BELITUNG TIMUR – Puasa ramadan tak menjadi halangan bagi Tim Dinas Kearsipan dan Perpustakaan Provinsi (Perpusprov) Kepulauan Bangka Belitung untuk melakukan pembinaan perpustakaan sekolah.
Pada Rabu (27/3/2024), pembinaan Perpusprov Babel menyasar SMAN 1 Simpang Pesak, Kabupaten Belitung Timur (Beltim).
Pembinaan perpustakaan SMAN 1 Simpang Pesak yang melibatkan sejumlah Pustakawan DKPUS Provinsi Babel itu, dipimpin langsung Kepala DKPUS Babel Rakhmadi.
Kedatangan Kepala DKPUS Rakhmadi bersama Tim Pembinaan, disambut langsung Kepala SMAN 1 Simpang Pesak, Kemas Akhiriyan, Cabdin Wilayah 5 diwakili Kasi SMA/PK, Deska Anandya Putra Ghani, Pengelola Perpustakaan SMAN 1 Simpang Pesak.
Kepala DKPUS Babel Rakhmadi dalam arahan pengantarnya mengucapkan terima kasih atas sambutan dari Kepala SMAN 1 Simpang Pesak beserta jajarannya, terhadap dirinya dan tim.
Dijelaskan, bahwa kedatangan mereka kali ini, tiada lain adalah untuk memberikan pembinaan terhadap perpustakaan SMAN 1 Simpang Pesak.
Pembinaan itu sendiri dilakukan, untuk mewujudkan sistem perpustakaan yang sesuai dengan kebutuhan masyarakat, dan mewujudkan mutu perpustakaan yang standar sesuai dengan tuntutan perkembangan ilmu pengetahuan dan teknologi.
Oleh karena itu, kata Rakhmadi, kalau sekolah punya anggaran, agar sekolah mendukung perpustakaannya dengan buku-buku non pembelajaran. Karena, setiap ganti kurikulum, buku itu jadi buku “Pensiunan”.
Di perpustakaan sekolah itu, misalnya ada buku karya-karya lain. Harus dipikirkan. “Kalau ingin memperbaiki perpustakaan, kondisi dasarnya harus dipikirkan, yaitu buku. Karena yang nama perpustakaan, disitulah tempat orang berpikir, membaca, menulis. Sementara di sekolah,” ujar Rakhmadi.
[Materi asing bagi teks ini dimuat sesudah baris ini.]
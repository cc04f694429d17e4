// The chair's entries table endpoint: server-side search, filters, sorting and paging on a show
// of 300 generated entries, checked against the same rules applied to the generated data here.
import { randomUUID } from "node:crypto";
import { beforeAll, describe, expect, it } from "vitest";
import { db } from "@/db/client";
import { entrantProfiles, entries, paymentItems, payments, user } from "@/db/schema";
import { GET } from "@/app/api/shows/[slug]/entries/route";
import { entriesForExport, entryDetailForChair } from "@/db/queries/chair-entries";
import { intakeList } from "@/db/queries/desk";
import { getViewer } from "@/lib/session";
import { inchesToUm } from "@/scoring/units";
import { grantRole, makeCategory, makeShow, makeUser, type TestUser } from "../../helpers/factories";

type Row = { id: string; entryNumber: number; categoryId?: string | null; categoryCode: string | null; categoryName: string | null; title: string; entrantName: string; entrantEmail: string; widthUm: number; lengthUm: number; status: string; division: string; judged: boolean; paymentState: string; submittedAt: string | null };
type Page = { total: number; limit: number; offset: number; entries: Row[]; categories: { id: string; code: string; name: string }[] };

const STATUSES = ["submitted", "paid", "accepted", "declined", "received", "withdrawn"] as const;
const DIVISIONS = ["open", "youth", "first_time"] as const;
const WORDS = ["Harbor", "Lantern", "Meadow", "Orchard", "Prairie", "Quarry", "Spindle", "Thistle", "Willow", "Zephyr"];

let show: { id: string; slug: string; name: string };
let chair: TestUser;
let judge: TestUser;
let otherChair: TestUser;
let expected: Row[] = [];
// Listed in the show's order (precedence), which is not the order of their codes.
let cats: { id: string; code: string; name: string }[] = [];

async function list(who: TestUser, query: Record<string, string | number> = {}): Promise<{ status: number; body: Page & { fieldErrors?: Record<string, string[]> } }> {
  const qs = new URLSearchParams(Object.entries(query).map(([k, v]) => [k, String(v)]));
  const res = await GET(new Request(`http://127.0.0.1:3100/api/shows/${show.slug}/entries?${qs}`, { headers: { cookie: who.cookie } }), {
    params: Promise.resolve({ slug: show.slug }),
  });
  return { status: res.status, body: (await res.json()) as never };
}

async function all(who: TestUser, query: Record<string, string | number>): Promise<Row[]> {
  const out: Row[] = [];
  for (let offset = 0; ; offset += 200) {
    const { body } = await list(who, { ...query, limit: 200, offset });
    out.push(...body.entries);
    if (body.entries.length < 200) return out;
  }
}

const numbers = (rows: Row[]) => rows.map((r) => r.entryNumber);
const byNumber = (a: Row, b: Row) => a.entryNumber - b.entryNumber;

beforeAll(async () => {
  show = await makeShow();
  [chair, judge, otherChair] = await Promise.all([makeUser({ name: "Chair" }), makeUser({ name: "Judge" }), makeUser({ name: "Other chair" })]);
  await grantRole(chair.id, show.id, "chair");
  await grantRole(judge.id, show.id, "judge");
  const other = await makeShow();
  await grantRole(otherChair.id, other.id, "chair");

  // 20 invented entrants; half have a profile whose display name differs from the account name.
  const people = Array.from({ length: 20 }, (_, i) => ({
    id: randomUUID(),
    name: `Account ${String.fromCharCode(65 + i)}${i}`,
    email: `entrant${i}-${show.slug}@example.test`,
    displayName: i % 2 === 0 ? `Quilter ${WORDS[i % WORDS.length]} ${i}` : null,
  }));
  await db.insert(user).values(people.map((p) => ({ id: p.id, name: p.name, email: p.email, emailVerified: true })));
  await db.insert(entrantProfiles).values(people.filter((p) => p.displayName).map((p) => ({ userId: p.id, displayName: p.displayName! })));

  const late = await makeCategory(show.id, { code: "10", name: "Art, Small", precedence: 2 });
  const early = await makeCategory(show.id, { code: "20", name: "Bed, Large", precedence: 1 });
  cats = [early, late].map((c) => ({ id: c.id, code: c.code, name: c.name }));

  const base = Date.UTC(2027, 1, 1, 12);
  const values = Array.from({ length: 300 }, (_, i) => {
    const who = people[(i * 7) % people.length]!;
    const status = STATUSES[i % STATUSES.length]!;
    // One in four has no category yet; the rest alternate between the two.
    const cat = i % 4 === 3 ? null : cats[i % 2]!;
    return {
      categoryId: cat?.id ?? null,
      categoryState: cat ? ("decided" as const) : ("undecided" as const),
      _cat: cat,
      id: randomUUID(),
      showId: show.id,
      entrantUserId: who.id,
      entryNumber: 101 + i,
      title: `${WORDS[(i * 3) % WORDS.length]} ${WORDS[(i * 11) % WORDS.length]} ${i}`,
      widthUm: inchesToUm(30 + ((i * 13) % 70)),
      lengthUm: inchesToUm(40 + ((i * 17) % 60)),
      quiltingMethod: "home_machine" as const,
      status,
      division: DIVISIONS[i % 3]!,
      judged: i % 5 !== 0,
      paidAt: status === "submitted" ? null : new Date(base + i * 60_000),
      submittedAt: new Date(base + ((i * 7919) % 300) * 3_600_000),
      madeBy: ["Invented Maker"],
      _who: who,
    };
  });
  await db.insert(entries).values(values.map(({ _who, _cat, ...v }) => v));
  // A draft belongs to its entrant alone: never in the chair's table.
  await db.insert(entries).values({ showId: show.id, entrantUserId: people[0]!.id, title: "Harbor draft", widthUm: 1, lengthUm: 1, quiltingMethod: "hand", status: "draft" });
  // Entries 101–110 paid through checkout; 101–104 of them refunded since.
  const refundedIds = values.slice(0, 4).map((v) => v.id);
  const [paid] = await db.insert(payments).values({ showId: show.id, entrantUserId: people[0]!.id, amountCents: 4000, currency: "usd", status: "paid", paidAt: new Date(base) }).returning();
  const [back] = await db.insert(payments).values({ showId: show.id, entrantUserId: people[0]!.id, amountCents: 4000, refundedCents: 4000, currency: "usd", status: "refunded", paidAt: new Date(base) }).returning();
  await db.insert(paymentItems).values(values.slice(4, 10).map((v) => ({ paymentId: paid!.id, entryId: v.id, amountCents: 1000, kind: "entry" as const, description: "Entry fee" })));
  await db.insert(paymentItems).values(refundedIds.map((id) => ({ paymentId: back!.id, entryId: id, amountCents: 1000, kind: "entry" as const, description: "Entry fee" })));

  expected = values.map((v) => ({
    id: v.id,
    entryNumber: v.entryNumber,
    title: v.title,
    entrantName: v._who.displayName ?? v._who.name,
    entrantEmail: v._who.email,
    categoryId: v.categoryId,
    categoryCode: v._cat?.code ?? null,
    categoryName: v._cat?.name ?? null,
    widthUm: v.widthUm,
    lengthUm: v.lengthUm,
    status: v.status,
    division: v.division,
    judged: v.judged,
    paymentState: refundedIds.includes(v.id) ? "refunded" : v.paidAt ? "paid" : "unpaid",
    submittedAt: v.submittedAt.toISOString(),
  }));
}, 120_000);

describe("the chair's entries table", () => {
  it("answers one page with the total, leaving drafts out", async () => {
    const { status, body } = await list(chair, { limit: 25 });
    expect(status).toBe(200);
    expect(body.total).toBe(300);
    expect(body.entries).toHaveLength(25);
    expect(numbers(body.entries)).toEqual(Array.from({ length: 25 }, (_, i) => 101 + i));
    const first = body.entries[0]!;
    const want = expected[0]!;
    expect(first).toMatchObject({ id: want.id, title: want.title, entrantName: want.entrantName, entrantEmail: want.entrantEmail, status: want.status, paymentState: "refunded" });
  });

  it("gives each entry its category's code and name, and the show's categories in the show's order", async () => {
    const { body } = await list(chair, { limit: 4 });
    expect(body.entries.map((e) => [e.categoryCode, e.categoryName])).toEqual(expected.slice(0, 4).map((e) => [e.categoryCode, e.categoryName]));
    expect(body.entries[3]!.categoryCode).toBeNull();
    expect(body.categories).toEqual(cats);
  });

  it("pages through every entry exactly once", async () => {
    const seen: number[] = [];
    for (let offset = 0; offset < 300; offset += 50) {
      const { body } = await list(chair, { sort: "title", limit: 50, offset });
      expect(body.total).toBe(300);
      seen.push(...numbers(body.entries));
    }
    expect(seen).toHaveLength(300);
    expect(new Set(seen).size).toBe(300);
    const { body: past } = await list(chair, { limit: 50, offset: 300 });
    expect(past.entries).toEqual([]);
  });

  it("finds an entry number exactly, with or without #", async () => {
    expect(numbers((await list(chair, { q: "112" })).body.entries)).toEqual([112]);
    expect(numbers((await list(chair, { q: "#112" })).body.entries)).toEqual([112]);
    expect((await list(chair, { q: "99999" })).body.total).toBe(0);
  });

  it("searches title, entrant name and e-mail, ignoring case", async () => {
    const byTitle = await all(chair, { q: "thistle" });
    expect(numbers(byTitle)).toEqual(numbers(expected.filter((e) => e.title.toLowerCase().includes("thistle"))));
    expect(byTitle.length).toBeGreaterThan(0);

    const name = expected.find((e) => e.entrantName.startsWith("Quilter"))!.entrantName;
    const byName = await all(chair, { q: name.toUpperCase() });
    expect(numbers(byName)).toEqual(numbers(expected.filter((e) => e.entrantName === name)));

    const email = expected[5]!.entrantEmail;
    const byEmail = await all(chair, { q: email });
    expect(numbers(byEmail)).toEqual(numbers(expected.filter((e) => e.entrantEmail === email)));
  });

  it("treats % and _ in the search as letters, not wildcards", async () => {
    expect((await list(chair, { q: "%" })).body.total).toBe(0);
    expect((await list(chair, { q: "_" })).body.total).toBe(0);
  });

  it.each([
    ["status", { status: "accepted" }, (e: Row) => e.status === "accepted"],
    ["division", { division: "youth" }, (e: Row) => e.division === "youth"],
    ["judged", { judged: "judged" }, (e: Row) => e.judged],
    ["display only", { judged: "display" }, (e: Row) => !e.judged],
    ["paid", { payment: "paid" }, (e: Row) => e.paymentState === "paid"],
    ["unpaid", { payment: "unpaid" }, (e: Row) => e.paymentState === "unpaid"],
    ["refunded", { payment: "refunded" }, (e: Row) => e.paymentState === "refunded"],
    ["category", { category: "CAT0" }, (e: Row) => e.categoryId === cats[0]!.id],
    ["no category yet", { category: "none" }, (e: Row) => e.categoryId === null],
    ["combined", { status: "paid", division: "youth", judged: "judged", payment: "paid" }, (e: Row) => e.status === "paid" && e.division === "youth" && e.judged && e.paymentState === "paid"],
  ] as const)("filters by %s", async (_, q, keep) => {
    // The category's id is known only once the show is made.
    const query = Object.fromEntries(Object.entries(q).map(([k, v]) => [k, v === "CAT0" ? cats[0]!.id : v])) as Record<string, string>;
    const got = await all(chair, query);
    const want = expected.filter(keep);
    expect(want.length).toBeGreaterThan(0);
    expect(numbers(got)).toEqual(numbers(want));
    expect((await list(chair, { ...query, limit: 1 })).body.total).toBe(want.length);
  });

  it("counts refunded entries as refunded, not paid", async () => {
    expect(numbers(await all(chair, { payment: "refunded" }))).toEqual([101, 102, 103, 104]);
    const paid = numbers(await all(chair, { payment: "paid" }));
    expect(paid).not.toContain(101);
  });

  const cmp = (a: string, b: string) => (a < b ? -1 : a > b ? 1 : 0);
  const rankOf = (r: Row) => (r.categoryId ? cats.findIndex((c) => c.id === r.categoryId) : cats.length);
  it.each([
    ["number", (a: Row, b: Row) => a.entryNumber - b.entryNumber],
    ["title", (a: Row, b: Row) => cmp(a.title.toLowerCase(), b.title.toLowerCase())],
    ["entrant", (a: Row, b: Row) => cmp(a.entrantName.toLowerCase(), b.entrantName.toLowerCase())],
    // By the show's order of categories, entries with none last.
    ["category", (a: Row, b: Row) => rankOf(a) - rankOf(b)],
    ["size", (a: Row, b: Row) => a.widthUm * a.lengthUm - b.widthUm * b.lengthUm],
    ["submitted", (a: Row, b: Row) => cmp(a.submittedAt!, b.submittedAt!)],
    ["status", (a: Row, b: Row) => STATUSES.indexOf(a.status as never) - STATUSES.indexOf(b.status as never)],
  ] as const)("sorts by %s both ways", async (sort, order) => {
    const asc = await all(chair, { sort });
    expect(numbers(asc)).toEqual(numbers([...expected].sort((a, b) => order(a, b) || byNumber(a, b))));
    const desc = await all(chair, { sort, dir: "desc" });
    // Descending reverses the key; ties still run by entry number upwards.
    expect(numbers(desc)).toEqual(numbers([...expected].sort((a, b) => order(b, a) || byNumber(a, b))));
  });

  it("answers 400 naming the field for bad paging or filters", async () => {
    const bad = await list(chair, { limit: 0 });
    expect(bad.status).toBe(400);
    expect(Object.keys(bad.body.fieldErrors ?? {})).toEqual(["limit"]);
    const status = await list(chair, { status: "draft" });
    expect(status.status).toBe(400);
    expect(Object.keys(status.body.fieldErrors ?? {})).toEqual(["status"]);
    const category = await list(chair, { category: "11" });
    expect(category.status).toBe(400);
    expect(Object.keys(category.body.fieldErrors ?? {})).toEqual(["category"]);
  });

  it("names the category on the entry page, in the spreadsheet rows and at the desk", async () => {
    const viewer = (await getViewer(new Headers({ cookie: chair.cookie })))!;
    const detail = await entryDetailForChair(viewer, show.slug, expected[0]!.id);
    expect(detail.entry).toMatchObject({ categoryCode: expected[0]!.categoryCode, categoryName: expected[0]!.categoryName });
    const files = await entriesForExport(viewer, show.slug);
    expect(files.rows[1]).toMatchObject({ categoryCode: expected[1]!.categoryCode, categoryName: expected[1]!.categoryName });
    const desk = await intakeList(viewer, show.slug);
    const atDesk = desk.entries.find((e) => e.id === expected[2]!.id)!;
    expect(atDesk).toMatchObject({ categoryCode: expected[2]!.categoryCode, categoryName: expected[2]!.categoryName });
  });

  it("refuses anyone but this show's chair", async () => {
    expect((await list(judge)).status).toBe(403);
    expect((await list(otherChair)).status).toBe(403);
    const anon = await GET(new Request(`http://127.0.0.1:3100/api/shows/${show.slug}/entries`), { params: Promise.resolve({ slug: show.slug }) });
    expect(anon.status).toBe(401);
  });
});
Jadi, sesuai dengan UU tentang Perpustakaan, dipaparkan Kepala DKPUS Babel Rakhmadi, maka SMAN 1 Simpang Pesak harus bisa menjadikan perpustakaan sekolah juga sebagai sebagai salah satu tempat riset para siswa yang bersifat sederhana.
Disamping itu, jadikan pula perpustakaan sekolah ini sebagai tempat pembelajaran, pelestarian karya-karya anak-anak, dan sebagai tempat komunikasi dan informasi, serta ruang rekreasi.
“Jangan jadikan perpustakaan sekolah sepi, tidak menarik orang untuk datang, dan orang datang tidak betah,” saran Rakhmadi.
Sementara itu, Kepala SMAN 1 Simpang Pesak mengaku senang dan tersanjung, bahkan berterima kasih, karena menjadi tujuan pembinaan perpustakaan sekolah dari Perpusprov Babel.
Usai penyambutan dan pengarahan dari Kepala DKPUS Babel Rakhmadi, Tim Pembinaan Perpustakaan langsung melihat kondisi perpustakaan, mulai dari sarana prasarana, buku-buku non pembelajaran, hingga SDM pengelolanya, dan diakhiri dengan pembinaan, apa saja yang harus dilengkapi oleh Perpustakaan SMAN 1 Simpang Pesak supaya bisa standar.